NEW YORK (AP) -- Latrell Sprewell could be on his way out of New York, with Keith Van Horn coming to take his place as part of a proposed four- or five-team trade being discussed Tuesday night, The Associated Press learned.

The Philadelphia Inquirer reported the trade would be a four-team deal also involving Atlanta and Minnesota, with Glenn Robinson headed to Philadelphia and Terrell Brandon going to Atlanta. Sprewell would end up in Minnesota.

Sources with knowledge of the trade talks who spoke on condition of anonymity told the AP the deal also involved other players, and that a fifth team was involved.

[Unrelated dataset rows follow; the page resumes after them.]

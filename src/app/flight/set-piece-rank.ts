/**
 * The set-piece planner's worker jobs: the set-piece check of shared/flight with the goal-mouth landing
 * cloud kept (where each sampled kick crossed the goal line), and a squad ranking that runs it for every
 * player at one spot with the same seed (common random numbers, so players differ only by their
 * profiles). Plain TypeScript with no DOM so it runs in the flight worker.
 *
 * `setPieceCloud` repeats `setPieceCheck`'s sampling and classification in one pass so the cloud costs
 * no second Monte Carlo; `set-piece-rank.spec.ts` holds it to `setPieceCheck`'s result exactly.
 * TODO(lead): if `setPieceCheck` grows an option to return its crossings, call it here instead.
 */

import {
  GOAL_HEIGHT_M,
  GOAL_WIDTH_M,
  WALL_DISTANCE_M,
  DEFAULT_WALL_HEIGHT_M,
  simulateKick,
  type FlightConditions,
  type KickProfile,
  type PathPoint,
  type SetPieceInput,
  type SetPieceResult,
} from '../../../shared/flight';
import { sampleLaunches } from '../../../shared/flight/envelope';
import { DEFAULT_SOLVER_SETTINGS, integrateFlight, type VerticalPlane } from '../../../shared/flight/integrate';
import { buildModel, resolveConditions } from '../../../shared/flight/model';
import { summarise } from '../../../shared/flight/stats';
import { requireInHalfOpen, requireInRange } from '../../../shared/flight/validate';

/**
 * What happened to a sampled kick that reached the goal line over the wall: in (inside the posts and
 * under the bar), over (between the posts, over the bar) or wide (outside the posts). Small integers so
 * a cloud of thousands of kicks stays a small message.
 */
export const GOAL_CROSSING = { in: 0, over: 1, wide: 2 } as const;

/** One of {@link GOAL_CROSSING}'s values. */
export type GoalCrossingKind = (typeof GOAL_CROSSING)[keyof typeof GOAL_CROSSING];

/**
 * Where the sampled kicks that cleared the wall crossed the goal line, one entry per kick in sampling
 * order: `yM` along the goal line (goal frame, + = left as the kicker faces the goal), `zM` the height of
 * the ball's centre, `kind` a {@link GoalCrossingKind}. Parallel arrays keep the worker message small.
 */
export interface GoalMouthCloud {
  yM: number[];
  zM: number[];
  kind: GoalCrossingKind[];
}

/** A set-piece check with its goal-mouth cloud. */
export interface SetPieceCloudResult extends SetPieceResult {
  cloud: GoalMouthCloud;
}

/** The planner's side view: the profile's mean launch along the aim line, with wall and goal distances. */
export interface AimLineFlight {
  /** Path samples, x along the aim from the ball, z height of the ball's centre. */
  path: Pick<PathPoint, 'x' | 'z'>[];
  /** Where the wall crosses the aim line, m from the ball. */
  wallAlongAimM: number;
  /** Where the goal line crosses the aim line, m from the ball. */
  goalAlongAimM: number;
  /** Height of the ball's centre at the wall and at the goal line (null: it landed before). */
  wallHeightOfBallM: number | null;
  goalHeightOfBallM: number | null;
  carryM: number;
}

/** One free-kick spot for the whole squad. */
export interface SetPieceRankInput {
  ballX: number;
  ballY: number;
  wallHeightM?: number;
  aimYM?: number;
  conditions: FlightConditions;
  samples: number;
  seed: number;
  /** Players with a profile of the chosen technique; `id` is passed through untouched. */
  players: { id: string; profile: KickProfile }[];
}

/** One player's line of the ranking, in the order the players were given. */
export interface SetPieceRankEntry {
  id: string;
  result: SetPieceCloudResult;
  meanKick: AimLineFlight;
}

const round3 = (v: number): number => Math.round(v * 1000) / 1000;

function aimGeometry(ballX: number, ballY: number, aimYM: number): { phi: number; psi: number; planes: VerticalPlane[] } {
  const phi = Math.atan2(aimYM - ballY, ballX);
  const psi = Math.atan2(-ballY, ballX);
  return {
    phi,
    psi,
    planes: [
      { nx: Math.cos(phi - psi), ny: Math.sin(psi - phi), d: WALL_DISTANCE_M },
      { nx: Math.cos(phi), ny: -Math.sin(phi), d: ballX },
    ],
  };
}

/** `setPieceCheck` plus the goal-mouth cloud, from one Monte Carlo pass. Throws what `setPieceCheck` throws. */
export function setPieceCloud(input: SetPieceInput): SetPieceCloudResult {
  if (input === null || typeof input !== 'object') throw new RangeError('set-piece input must be an object');
  const ballX = requireInHalfOpen('ballX', input.ballX, 0, 60, 'm');
  const ballY = requireInRange('ballY', input.ballY, -40, 40, 'm');
  const wallHeightM = requireInHalfOpen('wallHeightM', input.wallHeightM ?? DEFAULT_WALL_HEIGHT_M, 0, 3, 'm');
  const aimYM = requireInRange('aimYM', input.aimYM ?? 0, -10, 10, 'm');
  const { phi, psi, planes } = aimGeometry(ballX, ballY, aimYM);
  if (ballX - WALL_DISTANCE_M * Math.cos(psi) < 0.5) {
    throw new RangeError(`ballX: a wall ${WALL_DISTANCE_M} m from the ball would stand on or behind the goal line`);
  }
  const conditions = resolveConditions(input.conditions ?? {});
  const r = conditions.radiusM;
  const launches = sampleLaunches(input.profile, input.samples, input.seed);
  const counts = { onTarget: 0, blocked: 0, shortOfWall: 0, shortOfGoal: 0, wide: 0, over: 0 };
  const wallHeights: number[] = [];
  const goalHeights: number[] = [];
  const cloud: GoalMouthCloud = { yM: [], zM: [], kind: [] };
  for (const launch of launches) {
    const f = integrateFlight(buildModel(conditions, launch), { planes, settings: DEFAULT_SOLVER_SETTINGS });
    const wall = f.generalCrossings.find((c) => c.plane === 0);
    const goal = f.generalCrossings.find((c) => c.plane === 1);
    if (!wall) {
      counts.shortOfWall++;
      continue;
    }
    wallHeights.push(wall.z);
    if (wall.z <= wallHeightM) {
      counts.blocked++;
      continue;
    }
    if (!goal) {
      counts.shortOfGoal++;
      continue;
    }
    goalHeights.push(goal.z + r);
    const y = ballY + goal.x * Math.sin(phi) + goal.y * Math.cos(phi);
    let kind: GoalCrossingKind;
    if (Math.abs(y) + r >= GOAL_WIDTH_M / 2) {
      counts.wide++;
      kind = GOAL_CROSSING.wide;
    } else if (goal.z + 2 * r >= GOAL_HEIGHT_M) {
      counts.over++;
      kind = GOAL_CROSSING.over;
    } else {
      counts.onTarget++;
      kind = GOAL_CROSSING.in;
    }
    cloud.yM.push(round3(y));
    cloud.zM.push(round3(goal.z + r));
    cloud.kind.push(kind);
  }
  const n = launches.length;
  return {
    samples: n,
    seed: input.seed,
    ballX,
    ballY,
    aimYM,
    wallDistanceM: WALL_DISTANCE_M,
    wallHeightM,
    aimDistanceM: Math.hypot(ballX, aimYM - ballY),
    shares: {
      onTarget: counts.onTarget / n,
      clearsWall: (n - counts.shortOfWall - counts.blocked) / n,
      blocked: counts.blocked / n,
      shortOfWall: counts.shortOfWall / n,
      shortOfGoal: counts.shortOfGoal / n,
      wide: counts.wide / n,
      over: counts.over / n,
    },
    wallCrossingHeightM: wallHeights.length > 0 ? summarise(wallHeights) : null,
    goalCrossingHeightM: goalHeights.length > 0 ? summarise(goalHeights) : null,
    cloud,
  };
}

/** The profile's mean launch flown along the aim line (the planner's side view). */
export function aimLineFlight(input: Omit<SetPieceInput, 'samples' | 'seed'>): AimLineFlight {
  const aimYM = input.aimYM ?? 0;
  const { phi, psi } = aimGeometry(input.ballX, input.ballY, aimYM);
  const wallAlongAimM = WALL_DISTANCE_M / Math.cos(phi - psi);
  const goalAlongAimM = input.ballX / Math.cos(phi);
  const p = input.profile;
  const flight = simulateKick({
    ...input.conditions,
    speed: p.meanSpeedMs,
    elevationDeg: p.elevationDeg,
    azimuthDeg: p.meanAzimuthDeg,
    backspinRps: p.backspinRps,
    sidespinRps: p.sidespinRps,
    planes: [wallAlongAimM, goalAlongAimM],
    path: true,
  });
  const at = (d: number): number | null => {
    const c = flight.crossings.find((x) => Math.abs(x.x - d) < 1e-3);
    return c ? round3(c.z) : null;
  };
  return {
    path: flight.path.map((q) => ({ x: round3(q.x), z: round3(q.z) })),
    wallAlongAimM,
    goalAlongAimM,
    wallHeightOfBallM: at(wallAlongAimM),
    goalHeightOfBallM: at(goalAlongAimM),
    carryM: flight.carryM,
  };
}

/** Run the set-piece check with cloud and the mean-launch flight for every player at one spot. */
export function setPieceRank(input: SetPieceRankInput): SetPieceRankEntry[] {
  if (input === null || typeof input !== 'object' || !Array.isArray(input.players)) {
    throw new RangeError('set-piece rank input must be an object with players');
  }
  return input.players.map(({ id, profile }) => {
    const spot = {
      ballX: input.ballX,
      ballY: input.ballY,
      wallHeightM: input.wallHeightM,
      aimYM: input.aimYM,
      profile,
      conditions: input.conditions,
    };
    return {
      id,
      result: setPieceCloud({ ...spot, samples: input.samples, seed: input.seed }),
      meanKick: aimLineFlight(spot),
    };
  });
}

One of the additional players would be Minnesota forward/center Marc Jackson, and the fifth team was believed to be the Sacramento Kings. The identities of the other players involved could not immediately be determined.

Agents for two of the players, who asked not to be identified , said they felt the deal was likely to be finalized Wednesday, although they cautioned it could fall apart because of the number of teams and players involved.

If it goes through, it would be one of the larger trades of recent years.

The deal would bring an end to Sprewell's five-season tenure with the Knicks which included a trip to the 1999 finals but which ended acrimoniously after the four-time All-Star arrived for training camp last fall with a broken hand -- an injury he failed to notify the Knicks about. He averaged 16.4 points and shot only a shade over 40 percent -- some of the lowest numbers of his 11-year career.

Van Horn has spent only one season in Philadelphia after playing his first five with the New Jersey Nets. He was criticized in Philadelphia for his play in the postseason when his scoring averaged dropped almost five points from his regular season average. His departure from the Nets came after critical comments from teammates following New Jersey's four-game loss to the Lakers in the 2002 NBA Finals.

The Knicks were known to have proposed a straight-up Sprewell-for-Van Horn deal, but such a deal would have left the already-small 76ers with an even worse shortage of rebounders. It's thus possible that Philadelphia could be the trade destination for Jackson, who played at Temple. But in order for that trade to work salary-cap wise, the 76ers would have to include another player, perhaps Greg Buckner, in the deal.

The addition of Van Horn would also create an even bigger logjam at power forward for the Knicks, who already have Clarence Weatherspoon, Othella Harrington, Antonio McDyess and rookie Michael Sweetney at that position. Additionally, New York uses Kurt Thomas, a natural power forward, as its center.

It thus stands to reason that Knicks general manager Scott Layden could be trying to land Kings center Keon Clark, who would fill New York's glaring need for a shot blocker. The salaries of Thomas and Clark are nearly equal. Sacramento also has been discussing moving forward Scot Pollard, and has been in talks with Indiana regarding a three-team deal that would include the Pacers' Ron Mercer, according to a source with knowledge of those talks.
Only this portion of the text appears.